There is a large aria of such activities, ranging from the implications of new information technologies on employment, on small and medium-sized enterprises, on social cohesion or the image of women (dealt with by the Parliamentary Assembly) but also on training, culture, creativity or freedom of cultural expression (dealt with by the Culture Committee) to racist or xenophobic acts committed through computer networks (dealt with by the European Committee on Crime Problems) and to the implications of e-government and e-democracy on local and regional governments (dealt with by the Steering Committee on Local and Regional Democracy).

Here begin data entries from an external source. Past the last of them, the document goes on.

"""Reading the project's YAML files (templates, band sets, fill records) with one-line errors."""

from __future__ import annotations

import os
from pathlib import Path
from typing import Any

import yaml

from .errors import PhantometryError


def read_yaml_file(path: str | os.PathLike, error: type[PhantometryError], what: str, missing_hint: str | None = None) -> Any:
    """Parse a YAML file, raising ``error`` with a message that names the file.

    Parameters
    ----------
    error : the exception class to raise (e.g. ``TemplateError``).
    what : what the file is, for messages ("template", "band set", "fill record").
    missing_hint : said after "no such {what}" when the file does not exist.
    """
    p = Path(path)
    try:
        text = p.read_text(encoding="utf-8")
    except FileNotFoundError:
        hint = f"; {missing_hint}" if missing_hint else ""
        raise error(f"{p}: no such {what}{hint}") from None
    except OSError as exc:
        raise error(f"{p}: cannot read {what} ({exc.strerror or exc})") from None
    try:
        return yaml.safe_load(text)
    except yaml.YAMLError as exc:
        mark = getattr(exc, "problem_mark", None)
        at = f" at line {mark.line + 1}, column {mark.column + 1}" if mark else ""
        raise error(f"{p}: not valid YAML{at}: {getattr(exc, 'problem', None) or exc}; fix the syntax") from None
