"""Finding named YAML resources (templates, band sets): one lookup for every kind of file.

A resource is found by name in a list of folders: folders the user gives (``--templates``,
``--dir``), then those of an environment variable (``os.pathsep``-separated), then the ones
shipped inside the package (``roi_templates/``, installed as ``phantometry.roi_templates``).
Earlier folders win, so a user folder can shadow a shipped file of the same name.
"""

from __future__ import annotations

import os
from pathlib import Path
from typing import Sequence


def builtin_dir() -> Path:
    """The folder of the shipped templates and band sets (inside the installed package, or the
    checkout's ``roi_templates/`` for an editable install)."""
    installed = Path(__file__).resolve().parent / "roi_templates"
    if installed.is_dir():  # a wheel install: the folder ships inside the package
        return installed
    return Path(__file__).resolve().parents[2] / "roi_templates"


def search_path(extra_dirs: Sequence[str | os.PathLike] | None, env_var: str, builtin: Sequence[Path]) -> list[Path]:
    """``extra_dirs``, then the folders of ``$env_var``, then ``builtin``."""
    dirs = [Path(d) for d in (extra_dirs or [])]
    env = os.environ.get(env_var)
    if env:
        dirs += [Path(d) for d in env.split(os.pathsep) if d]
    return dirs + list(builtin)


def list_named(dirs: Sequence[Path], skip_prefixes: tuple[str, ...] = ("_",)) -> dict[str, Path]:
    """Name (file name without ``.yaml``/``.yml``) -> file over ``dirs``, earlier folders winning;
    files whose names start with one of ``skip_prefixes`` are left out."""
    found: dict[str, Path] = {}
    for d in dirs:
        if not d.is_dir():
            continue
        for f in sorted(d.glob("*.yaml")) + sorted(d.glob("*.yml")):
            if f.name.startswith(skip_prefixes):
                continue
            found.setdefault(f.stem, f)
    return found


def is_file_reference(name_or_path: str | os.PathLike) -> bool:
    """A name given as a file (ends in ``.yaml``/``.yml`` or exists) rather than a name to find."""
    p = Path(name_or_path)
    return p.suffix in (".yaml", ".yml") or p.exists()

One might reasonably think that the Council of Europe’s fundamental standard-setting role in the area of new technologies in general and e-democracy in particular has just begun.

Conclusion

New technologies offer the possibility for governments to become far more responsible to the will of the people, to work and make the democracy work better than ever before. They offer governments the opportunity to achieve a quantum leap towards tomorrow’s democracy. This is one of those exciting moments in the history when leaders and authorities are challenged to act.

New challenges ask for new co-ordinated responses. Networks are not stopped by national borders, so governments should co-operate in order to take advantage of the new opportunities and to limit the risks they make arise. Thanks to its over 50 years of international co-operation experience, the Council of Europe is ready to play its part, both as a standard setting body and as a service provider, on the international arena, to help public authorities and citizens to maximise the benefits of new technologies.


1 The views expressed hereafter are personal and do not necessarily reflect those of the Council of Europe.